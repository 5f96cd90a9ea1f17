package org.baywright.plan;

/** A hole in the slab (stair, shaft, atrium): it carries no deck load. */
public record Opening(String id, Polygon outline) {
}
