package org.baywright.plan;

import java.util.Optional;
import java.util.OptionalInt;

/**
 * A simply supported framing member on a floor. Its ends find their supports by position: a column at
 * the end point, or another member passing through it (beam onto girder, beam onto beam, girder onto
 * girder).
 *
 * @param id unique within the floor, e.g. "G-A-1-2" or "B-12"
 * @param fixedSection a size the user chose (checked, not searched), if any
 * @param composite the member's own choice of acting with the slab, where it differs from its floor's
 *     ({@link CompositeFloor#composite}); empty to follow the floor
 * @param fixedStuds a stud count the user chose for the member (with a fixed section), if any
 */
public record Member(String id, MemberKind kind, Point start, Point end, Optional<String> fixedSection,
        Optional<Boolean> composite, OptionalInt fixedStuds) {
    public Member {
        composite = composite == null ? Optional.empty() : composite;
        fixedStuds = fixedStuds == null ? OptionalInt.empty() : fixedStuds;
    }

    /** A member following its floor's composite setting, studs not fixed. */
    public Member(String id, MemberKind kind, Point start, Point end, Optional<String> fixedSection) {
        this(id, kind, start, end, fixedSection, Optional.empty(), OptionalInt.empty());
    }

    /** This member with another fixed section (empty: sized), its other choices kept. */
    public Member withFixedSection(Optional<String> s) {
        return new Member(id, kind, start, end, s, composite, fixedStuds);
    }

    /** This member with its own composite choice (empty: as the floor says). */
    public Member withComposite(Optional<Boolean> c) {
        return new Member(id, kind, start, end, fixedSection, c, fixedStuds);
    }

    /** This member with a fixed stud count (empty: searched). */
    public Member withFixedStuds(OptionalInt n) {
        return new Member(id, kind, start, end, fixedSection, composite, n);
    }

    public double length() {
        return start.distance(end);
    }
}
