package org.baywright.plan;

/**
 * A deck area spanning one way. Each point of it carries its load to the nearest supporting member on
 * each side along the span direction.
 *
 * @param id e.g. "DK-1"
 * @param outline the deck area
 * @param spanAngle direction of the deck span (ribs), degrees counter-clockwise from the x axis; 0 = ribs
 *     run east–west (so the deck spans onto north–south members), 90 = ribs run north–south
 */
public record Deck(String id, Polygon outline, double spanAngle) {
}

==================================================

_What this task involves:_ Return exactly the line that contains "ribs run north–south" and every line after it, through the last line of the records.

_Answer below:_
 *     run east–west (so the deck spans onto north–south members), 90 = ribs run north–south
 */
public record Deck(String id, Polygon outline, double spanAngle) {
}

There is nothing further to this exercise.